"""Plates in the terminal UI: drawn on the canvas (filled, at least one cell thick, under the
conductors, inside "fit"), added, edited and deleted through the plates menu (``P``), the
list and the tray form's sheet keys, every change one undoable edit.

The layouts are built in code from the model's dataclasses. The field of a layout with
plates takes seconds (a finite-element solve), and these tests are about drawing and
editing, so the app's field worker is replaced by one that computes nothing. The drawing
is checked on the scene (glyphs and style keys per cell), not on pixels.
"""

from __future__ import annotations

from dataclasses import replace

import pytest
from textual.widgets import OptionList, Select, Static
from tuihelpers import SIZE, settle, type_into

from trayadvisor.model import Circuit, Conductor, Layout, Plate, Tray
from trayadvisor.tui.app import TrayApp, known_binding_ids
from trayadvisor.tui.logic import edits
from trayadvisor.tui.logic.document import Document
from trayadvisor.tui.logic.platetext import MAGNETIC_GLYPH, OTHER_GLYPH, menu_rows
from trayadvisor.tui.logic.scene import build_scene, drawing_bounds, plate_cells
from trayadvisor.tui.logic.viewport import Viewport
from trayadvisor.tui.screens.itemforms import PlateForm, TrayForm
from trayadvisor.tui.screens.platemenu import PlatesMenu
from trayadvisor.tui.screens.section import SectionScreen
from trayadvisor.tui.widgets.canvas import SectionCanvas
from trayadvisor.tui.widgets.panels import ConductorList

TRAY = Tray("T1", 0.0, 0.0, 400.0, 100.0)
#: A 2 mm aluminium shield 250 mm below the tray's underside.
SHIELD = Plate("shield", -100.0, -252.0, 600.0, 2.0, material="aluminium")
LAYOUT = Layout(
    "plates", 50.0, (TRAY,), (Circuit("F1", "ac3", 100.0),),
    (Conductor("F1-L1", "F1", "L1", 50.0, 20.0, 30.0),
     Conductor("F1-L2", "F1", "L2", 150.0, 20.0, 30.0),
     Conductor("F1-L3", "F1", "L3", 250.0, 20.0, 30.0)),
)


@pytest.fixture(autouse=True)
def _no_field_worker(monkeypatch: pytest.MonkeyPatch) -> None:
    """The readouts' worker computes nothing (the edits and the drawing are under test)."""
    monkeypatch.setattr("trayadvisor.tui.app.run_analysis", lambda *a, **k: None)


def _app(layout: Layout) -> TrayApp:
    return TrayApp(Document(layout, None, label="plates test"))


def _text(scene) -> list[str]:
    return ["".join(ch for ch, _ in row) for row in scene.rows]


def _plate_cells(scene) -> dict[tuple[int, int], tuple]:
    """(col, row) -> style key of every cell drawn as a plate."""
    return {(c, r): key for r, row in enumerate(scene.rows) for c, (_, key) in enumerate(row)
            if isinstance(key, tuple) and key[0] == "plate"}


def _canvas_scene(app: TrayApp):
    canvas = app.screen.query_one(SectionCanvas)
    return build_scene(app.document.layout, canvas.viewport), canvas.viewport


# -- the drawing, without textual -------------------------------------------------------------
def test_fit_includes_a_shield_below_the_tray_and_draws_it_filled():
    lay = replace(LAYOUT, plates=(SHIELD,))
    x0, y0, x1, y1 = drawing_bounds(lay)
    assert y0 <= SHIELD.y_mm and x0 <= SHIELD.x_mm and x1 >= SHIELD.x_mm + SHIELD.width_mm
    vp = Viewport(cols=60, rows=16).fitted(drawing_bounds(lay))
    assert vp.shows(SHIELD.x_mm + 1.0, SHIELD.y_mm + 1.0)
    assert vp.shows(SHIELD.x_mm + SHIELD.width_mm - 1.0, SHIELD.y_mm + 1.0)
    scene = build_scene(lay, vp)
    cells = _plate_cells(scene)
    c0, r0, c1, r1 = plate_cells(vp, SHIELD.bounds)
    assert r0 == r1                                          # 2 mm: one row at this scale
    assert set(cells) == {(c, r0) for c in range(c0, c1 + 1)}
    assert set(cells.values()) == {("plate", False)}        # aluminium: not magnetic
    row = _text(scene)[r0]
    assert row[c0:c1 + 1].replace("shield", "") == OTHER_GLYPH * (c1 - c0 + 1 - 6)
    assert "shield" in row                                   # its name inside it


def test_a_thin_plate_keeps_one_cell_when_zoomed_far_out():
    lay = replace(LAYOUT, plates=(SHIELD, Plate("wall", 600.0, -300.0, 2.0, 500.0,
                                                   material="steel")))
    vp = Viewport(cols=40, rows=10, cx_mm=200.0, cy_mm=0.0, mm_per_col=400.0)
    cells = _plate_cells(build_scene(lay, vp))
    assert cells[vp.cell_of(600.0, 0.0)] == ("plate", True)   # steel: magnetic
    assert cells[vp.cell_of(0.0, -251.0)] in {("plate", False), ("plate", True)}


def test_a_sheet_tray_draws_its_walls_as_plates_under_the_conductors():
    tray = replace(TRAY, sheet="steel", cover=True)
    lay = replace(LAYOUT, trays=(tray,))
    vp = Viewport(cols=60, rows=14).fitted(drawing_bounds(lay), margin=0.1)
    scene = build_scene(lay, vp)
    text = _text(scene)
    cells = _plate_cells(scene)
    for part in tray.sheet_plates():
        c0, r0, c1, r1 = plate_cells(vp, part.bounds)
        assert (c0, r0) in cells and (c1, r1) in cells, part.name
    bottom = vp.row_of(-1.0)
    left, right = vp.col_of(-1.0), vp.col_of(401.0)
    assert text[bottom][left:right + 1] == MAGNETIC_GLYPH * (right - left + 1)
    top = vp.row_of(101.0)
    assert "T1" in text[top]                                # the name stays on the cover
    for c in lay.conductors:                                # conductors over everything
        col, row = vp.cell_of(c.x_mm, c.y_mm)
        assert scene.rows[row][col][1][0] == "cond"


def test_conductors_are_drawn_over_a_plate_they_share_a_cell_with():
    lay = replace(LAYOUT, plates=(Plate("under", -50.0, -20.0, 500.0, 4.0, material="steel"),))
    vp = Viewport(cols=30, rows=6).fitted(drawing_bounds(lay))  # coarse: they meet
    scene = build_scene(lay, vp)
    for c in lay.conductors:
        col, row = vp.cell_of(c.x_mm, c.y_mm)
        assert scene.rows[row][col][1][0] == "cond"


def test_the_plates_menu_rows_and_the_list_rows():
    lay = replace(LAYOUT, trays=(replace(TRAY, sheet="steel"),), plates=(SHIELD,))
    ids = [oid for oid, _ in menu_rows(lay)]
    assert ids == ["plate:shield", "tray:T1", "add:plate"]
    rows = dict(ConductorList.rows(lay))
    assert rows["pl:shield"].startswith(f"{OTHER_GLYPH} plate shield aluminium")
    assert "steel sheet 2 mm" in rows["t:T1"]


def test_the_proposed_plate_is_valid_and_below_everything():
    from trayadvisor.tui.logic.placeedits import new_problem

    p = edits.new_plate(LAYOUT)
    assert p.material == "steel" and p.y_mm + p.height_mm <= -250.0
    assert new_problem(LAYOUT, edits.add_plate(LAYOUT, p)) is None


# -- editing through the app ------------------------------------------------------------------
async def _open_row(app: TrayApp, pilot, option_id: str) -> None:
    """Open the plates menu (P) and press Enter on the row ``option_id``."""
    await pilot.press("P")
    await pilot.pause()
    menu = app.screen
    assert isinstance(menu, PlatesMenu)
    rows = menu.query_one("#plate-rows", OptionList)
    ids = [rows.get_option_at_index(i).id for i in range(rows.option_count)]
    await pilot.press("home", *["down"] * ids.index(option_id), "enter")
    await pilot.pause()


async def _fill_plate(app: TrayApp, pilot, plate: Plate) -> None:
    form = app.screen
    assert isinstance(form, PlateForm)
    form.query_one("#material", Select).value = plate.material or "-"
    await type_into(pilot, app, "#mu", "" if plate.mu_r is None else f"{plate.mu_r:g}")
    await type_into(pilot, app, "#sigma", "" if plate.sigma_s_per_m is None
                    else f"{plate.sigma_s_per_m:g}")
    await type_into(pilot, app, "#name", plate.name)
    for wid, v in (("x", plate.x_mm), ("y", plate.y_mm), ("width", plate.width_mm),
                   ("height", plate.height_mm)):
        await type_into(pilot, app, f"#{wid}", f"{v:g}")


async def test_adding_a_plate_through_the_menu_draws_it_and_undo_removes_it() -> None:
    app = _app(LAYOUT)
    async with app.run_test(size=SIZE) as pilot:
        await settle(app, pilot)
        await _open_row(app, pilot, "add:plate")
        await _fill_plate(app, pilot, SHIELD)
        await pilot.press("enter")
        await settle(app, pilot)
        assert isinstance(app.screen, PlatesMenu)          # back in the menu, on the new row
        rows = app.screen.query_one("#plate-rows", OptionList)
        assert rows.get_option_at_index(rows.highlighted).id == "plate:shield"
        await pilot.press("escape")
        await settle(app, pilot)
        assert app.document.layout.plates == (SHIELD,)
        assert app.document.undo_label == "add plate shield"
        assert isinstance(app.screen, SectionScreen)
        await pilot.press("0")                               # fit: the shield on screen
        await settle(app, pilot)
        scene, vp = _canvas_scene(app)
        assert vp.shows(SHIELD.x_mm + 1.0, SHIELD.y_mm + 1.0)
        assert ("plate", False) in set(_plate_cells(scene).values())
        items = app.screen.query_one(ConductorList)
        assert "pl:shield" in [items.get_option_at_index(i).id
                               for i in range(items.option_count)]
        await pilot.press("u")
        await settle(app, pilot)
        assert app.document.layout.plates == ()
        assert app.document.layout == LAYOUT
        scene, _ = _canvas_scene(app)
        assert _plate_cells(scene) == {}


async def test_setting_a_trays_sheet_draws_its_plates_and_undo_takes_them_away() -> None:
    app = _app(LAYOUT)
    async with app.run_test(size=SIZE) as pilot:
        await settle(app, pilot)
        scene, _ = _canvas_scene(app)
        assert _plate_cells(scene) == {}
        await pilot.press("t")                               # the selection's tray
        await pilot.pause()
        form = app.screen
        assert isinstance(form, TrayForm)
        form.query_one("#sheet", Select).value = "steel"
        form.query_one("#cover", Select).value = "yes"
        await type_into(pilot, app, "#sheet-mm", "1.5")
        await pilot.press("enter")
        await settle(app, pilot)
        tray = app.document.layout.trays[0]
        assert (tray.sheet, tray.sheet_mm, tray.cover) == ("steel", 1.5, True)
        assert app.document.undo_label == "edit tray T1"
        scene, vp = _canvas_scene(app)
        cells = _plate_cells(scene)
        assert set(cells.values()) == {("plate", True)}
        for part in tray.sheet_plates():                     # bottom, sides, cover
            c0, r0, c1, r1 = plate_cells(vp, part.bounds)
            assert (c0, max(r0, 0)) in cells, part.name
        await pilot.press("u")
        await settle(app, pilot)
        assert app.document.layout.trays == (TRAY,)
        scene, _ = _canvas_scene(app)
        assert _plate_cells(scene) == {}


async def test_a_cover_without_a_sheet_is_refused_in_the_tray_form() -> None:
    app = _app(LAYOUT)
    async with app.run_test(size=SIZE) as pilot:
        await settle(app, pilot)
        await pilot.press("t")
        await pilot.pause()
        form = app.screen
        form.query_one("#cover", Select).value = "yes"
        await type_into(pilot, app, "#width", "450")
        await pilot.press("enter")
        await pilot.pause()
        assert app.screen is form                            # still open, typing kept
        assert "cover" in str(form.query_one("#form-error", Static).render())
        assert form.query_one("#width").value == "450"
        assert app.document.layout == LAYOUT


async def test_a_plate_needs_a_material_or_both_mu_r_and_sigma() -> None:
    app = _app(LAYOUT)
    explicit = Plate("wall", 500.0, -300.0, 3.0, 500.0, mu_r=300.0, sigma_s_per_m=4e6)
    async with app.run_test(size=SIZE) as pilot:
        await settle(app, pilot)
        await _open_row(app, pilot, "add:plate")
        await _fill_plate(app, pilot, replace(explicit, sigma_s_per_m=None))
        await pilot.press("enter")
        await pilot.pause()
        form = app.screen
        assert isinstance(form, PlateForm)
        assert "both μr and σ" in str(form.query_one("#form-error", Static).render())
        await type_into(pilot, app, "#sigma", "4e6")
        await pilot.press("enter")
        await settle(app, pilot)
        assert isinstance(app.screen, PlatesMenu)
        await pilot.press("escape")
        assert app.document.layout.plates == (explicit,)
        await pilot.press("0")                               # fit: the wall is beside the tray
        await settle(app, pilot)
        scene, _ = _canvas_scene(app)
        assert ("plate", True) in set(_plate_cells(scene).values())  # μr 300: magnetic


async def test_a_plate_through_a_conductor_is_refused_and_the_typing_kept() -> None:
    app = _app(LAYOUT)
    async with app.run_test(size=SIZE) as pilot:
        await settle(app, pilot)
        await _open_row(app, pilot, "add:plate")
        await _fill_plate(app, pilot, replace(SHIELD, y_mm=10.0, height_mm=5.0))
        await pilot.press("enter")
        await pilot.pause()
        form = app.screen
        assert isinstance(form, PlateForm)                   # refused: still open
        assert str(form.query_one("#form-error", Static).render()).startswith("✖")
        assert form.query_one("#y").value == "10"
        assert app.document.layout == LAYOUT


async def test_editing_a_plate_from_the_list_and_deleting_it_from_the_menu() -> None:
    app = _app(replace(LAYOUT, plates=(SHIELD,)))
    async with app.run_test(size=SIZE) as pilot:
        await settle(app, pilot)
        await pilot.press("tab")                             # focus the list
        items = app.screen.query_one(ConductorList)
        assert app.focused is items
        ids = [items.get_option_at_index(i).id for i in range(items.option_count)]
        await pilot.press("home", *["down"] * ids.index("pl:shield"), "enter")
        await pilot.pause()
        form = app.screen
        assert isinstance(form, PlateForm)
        form.query_one("#material", Select).value = "steel"
        await type_into(pilot, app, "#height", "3")
        await pilot.press("enter")
        await settle(app, pilot)
        steel = replace(SHIELD, material="steel", height_mm=3.0)
        assert app.document.layout.plates == (steel,)
        assert app.document.undo_label == "edit plate shield"
        await _open_row(app, pilot, "plate:shield")
        assert isinstance(app.screen, PlateForm)
        await pilot.click("#delete")
        await settle(app, pilot)
        assert isinstance(app.screen, PlatesMenu)
        await pilot.press("escape")
        assert app.document.layout.plates == ()
        assert app.document.undo_label == "delete plate shield"
        await pilot.press("u")
        await settle(app, pilot)
        assert app.document.layout.plates == (steel,)


async def test_names_with_markup_or_dollars_are_shown_as_typed() -> None:
    odd = replace(SHIELD, name="[b]x$y")
    app = _app(replace(LAYOUT, plates=(odd,)))
    async with app.run_test(size=(120, 30)) as pilot:
        await settle(app, pilot)
        await pilot.press("0")
        await settle(app, pilot)
        screen = app.export_screenshot()
        assert "[b]x$y" in screen.replace("&#160;", " ")     # the list row, as typed
        await pilot.press("P")
        await pilot.pause()
        assert isinstance(app.screen, PlatesMenu)
        assert "plate [b]x$y" in app.export_screenshot().replace("&#160;", " ")


async def test_the_help_names_the_plates_key() -> None:
    assert "edit.plates" in known_binding_ids()
    assert "plates.close" in known_binding_ids()
    app = _app(LAYOUT)
    async with app.run_test(size=SIZE) as pilot:
        await settle(app, pilot)
        await pilot.press("question_mark")
        await pilot.pause()
        text = str(app.screen.query_one("#help-text", Static).render())
        assert "edit.plates" in text and "plates menu" in text
        assert "# = steel" in text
· · · ·
▸ THE TASK: Your task is to copy each line of the listing that holds the word "dataclasses".

▸ ANSWER TO THE PROBLEM:
The layouts are built in code from the model's dataclasses. The field of a layout with
from dataclasses import replace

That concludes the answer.